Work instruction: Wherever the word "next" shows up in the data, report the line it sits in.

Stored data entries
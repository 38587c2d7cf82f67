import { createHash, randomUUID } from 'node:crypto';
import { afterAll, beforeAll, describe, expect, test } from 'vitest';

import { accessTokensOf } from '@/db/repositories/tokens/access-tokens-of';
import { findTokenSession } from '@/db/repositories/tokens/find-token-session';
import { insertAccessToken } from '@/db/repositories/tokens/insert-access-token';
import { revokeAccessToken } from '@/db/repositories/tokens/revoke-access-token';
import { openRecordDatabase, type RecordDatabase } from '@/tests/db/record-database';

let db: RecordDatabase;
beforeAll(async () => {
  db = await openRecordDatabase();
});
afterAll(() => db.drop());

async function newToken(): Promise<{ id: string; tokenHash: Buffer }> {
  const token = { id: randomUUID(), tokenHash: createHash('sha256').update(randomUUID()).digest() };
  await insertAccessToken(db.database.app, { ...token, personId: db.hospital.deskId, label: 'A test', expiresAt: new Date(Date.now() + 60_000).toISOString() });
  return token;
}

describe('a token', () => {
  test('gives its person with the roles of this moment, and no reauthentication', async () => {
    const { id, tokenHash } = await newToken();
    const asked = () => findTokenSession(db.database.app, tokenHash);
    expect(await asked()).toMatchObject({ sessionId: id, personId: db.hospital.deskId, email: 'desk@north.example', reauthenticatedAt: null, memberships: [{ hospitalId: db.hospital.id, role: 'neurophysiologist' }] });
    await db.admin('memberships').where({ person_id: db.hospital.deskId }).update({ revoked_at: db.admin.fn.now() });
    expect(await asked()).toMatchObject({ memberships: [] });
    await db.admin('memberships').where({ person_id: db.hospital.deskId }).update({ revoked_at: null });
  });

  test.each([
    ['revoked', { revoked_at: '2027-01-01T00:00:00Z' }],
    ['past its time', { created_at: '2020-01-01T00:00:00Z', expires_at: '2020-02-01T00:00:00Z' }],
  ])('that is %s is nobody, and its use is not noted', async (_what, changes) => {
    const { id, tokenHash } = await newToken();
    await db.admin('access_tokens').where({ id }).update(changes);
    expect(await findTokenSession(db.database.app, tokenHash)).toBeNull();
    expect((await db.admin('access_tokens').where({ id }).first('last_used_at')).last_used_at).toBeNull();
  });

  test('notes its use, once a minute at most', async () => {
    const { id, tokenHash } = await newToken();
    const usedAt = async () => (await db.admin('access_tokens').where({ id }).first('last_used_at')).last_used_at as string | null;
    await findTokenSession(db.database.app, tokenHash);
    const first = await usedAt();
    expect(first).not.toBeNull();
    await findTokenSession(db.database.app, tokenHash);
    expect(await usedAt()).toBe(first);
    await db.admin('access_tokens').where({ id }).update({ last_used_at: db.admin.raw(`now() - interval '61 seconds'`) });
    await findTokenSession(db.database.app, tokenHash);
    expect(Date.parse((await usedAt()) ?? '')).toBeGreaterThanOrEqual(Date.parse(first ?? ''));
  });

  test('is revoked once, and stands in the list of its person only', async () => {
    const { id } = await newToken();
    expect([await revokeAccessToken(db.database.app, id), await revokeAccessToken(db.database.app, id), await revokeAccessToken(db.database.app, randomUUID())]).toEqual([true, false, false]);
    const listed = await accessTokensOf(db.database.app, db.hospital.deskId);
    expect(listed.find((line) => line.id === id)?.revokedAt).not.toBeNull();
    expect(await accessTokensOf(db.database.app, db.other.deskId)).toEqual([]);
  });
});

describe('the hash of a token', () => {
  test('is read by no login role, and no token is changed into another person\'s or made to last', async () => {
    const { id } = await newToken();
    for (const handle of [db.database.app, db.database.feed, db.database.audit]) await expect(handle('access_tokens').select('token_hash')).rejects.toMatchObject({ code: '42501' });
    for (const changes of [{ person_id: db.other.deskId }, { expires_at: '2099-01-01T00:00:00Z' }, { token_hash: Buffer.alloc(32) }]) {
      await expect(db.database.app('access_tokens').where({ id }).update(changes)).rejects.toMatchObject({ code: '42501' });
    }
    await expect(db.database.app('access_tokens').where({ id }).delete()).rejects.toMatchObject({ code: '42501' });
    await expect(db.database.feed.raw('select use_access_token(?)', [Buffer.alloc(32)])).rejects.toMatchObject({ code: '42501' });
  });
});
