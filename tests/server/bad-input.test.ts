import fc from 'fast-check';
import { afterAll, beforeAll, describe, expect, test } from 'vitest';

import { commit, envelope, planCaseAs, planRequest, runCommand, send } from './house/client';
import { openTestHouse, type TestHouse } from './house/open-test-house';

const desk = 'desk@demo.example';
let house: TestHouse;
let caseId: string;
let cookie: string;

beforeAll(async () => {
  house = await openTestHouse();
  caseId = await planCaseAs(house, desk);
  cookie = await house.cookieOf(desk);
  await commit(house, desk, caseId, { name: 'open-case', clockOffsetMs: null });
});
afterAll(() => house.close());

const rows = async () => Number((await house.admin('entries').count('* as count').first())?.count);
const post = (path: string, body: unknown, headers: Record<string, string> = {}) => send(house, 'POST', path, { cookie, body, headers });

/** Values that a field of a run, a condition or a text never has. */
const wrongValue = fc.oneof(
  fc.constantFrom('', ' ', '\u0000', 'a\u0000b', '\ud800', 'x\udfff', '\u001b[2J', '__proto__', -1, -0.0001, 1e308, 1e9, '6.2', true, null, [], {}, [[[[]]]]),
  fc.string({ minLength: 501, maxLength: 900 }),
  fc.double({ min: 1e7, max: 1e300, noNaN: true }),
  fc.array(fc.anything({ maxDepth: 1 }), { maxLength: 3 }),
);

/** A right request with one field, at any depth, replaced by what it may not be. */
function spoilt(request: object, path: readonly string[], value: unknown): object {
  const [key = '', ...rest] = path;
  const present = (request as Record<string, unknown>)[key];
  const next = rest.length === 0 ? value : spoilt((present ?? {}) as object, rest, value);
  return Array.isArray(request) ? request.map((one, index) => (String(index) === key ? next : one)) : { ...request, [key]: next };
}

const runFields = ['siteId', 'electrodeId', 'family', 'purpose', 'intensityMa', 'pulseWidthUs', 'isSupramaximal', 'readings'] as const;
const paths = fc.oneof(
  fc.constantFrom(['commandId'], ['eventAt'], ['command'], ['command', 'name'], ['command', 'extra'], ['extra']),
  fc.constantFrom(...runFields).map((field) => ['command', 'run', field]),
  fc.constantFrom('onsetMs', 'amplitudeUv', 'durationMs', 'kind').map((field) => ['command', 'run', 'readings', '0', 'reading', field]),
);

describe('bad input', () => {
  test('300 spoilt commands: 400 with a sentence and nothing written, or a value that was right after all', async () => {
    const before = await rows();
    await fc.assert(
      fc.asyncProperty(paths, wrongValue, async (path, value) => {
        const request = spoilt(envelope(runCommand('wrist')), path, value);
        fc.pre(!isRightAfterAll(path, value));
        const { status, body } = await post(`/api/cases/${caseId}/commands`, request);
        expect({ path, value, status, body }).toMatchObject({ status: 400, body: { kind: 'bad-request', message: expect.stringMatching(/^[A-Z].{5,}/) } });
      }),
      { numRuns: 300 },
    );
    expect(await rows()).toBe(before);
  });

  test('100 random JSON values as a whole body', async () => {
    const before = await rows();
    await fc.assert(
      fc.asyncProperty(fc.json(), async (text) => {
        for (const path of ['/api/cases', `/api/cases/${caseId}/commands`, `/api/cases/${caseId}/screens`, '/api/reauthenticate']) {
          expect([path, text, (await post(path, text)).status]).toEqual([path, text, 400]);
        }
      }),
      { numRuns: 25 },
    );
    expect(await rows()).toBe(before);
  });

  test('broken JSON, NaN, bytes that are no UTF-8, a lone surrogate written as an escape, deep nesting', async () => {
    const right = JSON.stringify(envelope({ name: 'send-message', text: 'Hello' }));
    const bodies: unknown[] = ['', '{', `${right},`, 'NaN', right.replace('"Hello"', 'NaN'), right.replace('Hello', '\\ud800'), right.replace('Hello', '\\u0000'), Uint8Array.from([0x7b, 0xff, 0xfe, 0x7d]), '['.repeat(30_000)];
    for (const body of bodies) {
      const { status, body: answer } = await post(`/api/cases/${caseId}/commands`, body);
      expect([String(body).slice(0, 60), status]).toEqual([String(body).slice(0, 60), 400]);
      expect(answer).toMatchObject({ kind: 'bad-request' });
    }
  });

  test('a key called __proto__ or constructor is an unknown key', async () => {
    const right = JSON.stringify(envelope({ name: 'send-message', text: 'Hello' }));
    for (const key of ['__proto__', 'constructor', 'toString']) {
      expect([key, (await post(`/api/cases/${caseId}/commands`, right.replace('{', `{"${key}":{"isAdmin":true},`))).status]).toEqual([key, 400]);
    }
  });

  test('a body over 64 KiB is refused by its length, before it is read', async () => {
    const { status, body } = await post('/api/cases', JSON.stringify({ ...planRequest(), padding: 'x'.repeat(70_000) }));
    expect([status, body]).toMatchObject([413, { code: 'too-large', message: expect.stringContaining('65536') }]);
  });

  test('page numbers out of range name their field; ids that are none are not found', async () => {
    for (const query of ['after=-1', 'after=x', 'limit=0', 'limit=501', 'limit=1e3', `after=${'9'.repeat(40)}`]) {
      const { status, body } = await send(house, 'GET', `/api/cases/${caseId}/entries?${query}`, { cookie });
      expect([query, status, (body as { field: string }).field]).toEqual([query, 400, query.split('=')[0]]);
    }
    for (const id of ['%00', '..', "' or 1=1 --", 'x'.repeat(2_000)]) {
      expect((await send(house, 'GET', `/api/cases/${encodeURIComponent(id)}`, { cookie })).status).toBe(404);
    }
  });

  test('the control: the unspoilt request is taken', async () => {
    expect((await post(`/api/cases/${caseId}/commands`, envelope(runCommand('wrist')))).status).toBe(200);
  });
});

/** A few wrong-looking values are right in their place: null where nothing was read. */
function isRightAfterAll(path: readonly string[], value: unknown): boolean {
  const field = path.at(-1) ?? '';
  if (field === 'isSupramaximal') return value === true;
  return value === null && ['onsetMs', 'amplitudeUv', 'durationMs'].includes(field);
}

Answer space:
  const next = rest.length === 0 ? value : spoilt((present ?? {}) as object, rest, value);
  return Array.isArray(request) ? request.map((one, index) => (String(index) === key ? next : one)) : { ...request, [key]: next };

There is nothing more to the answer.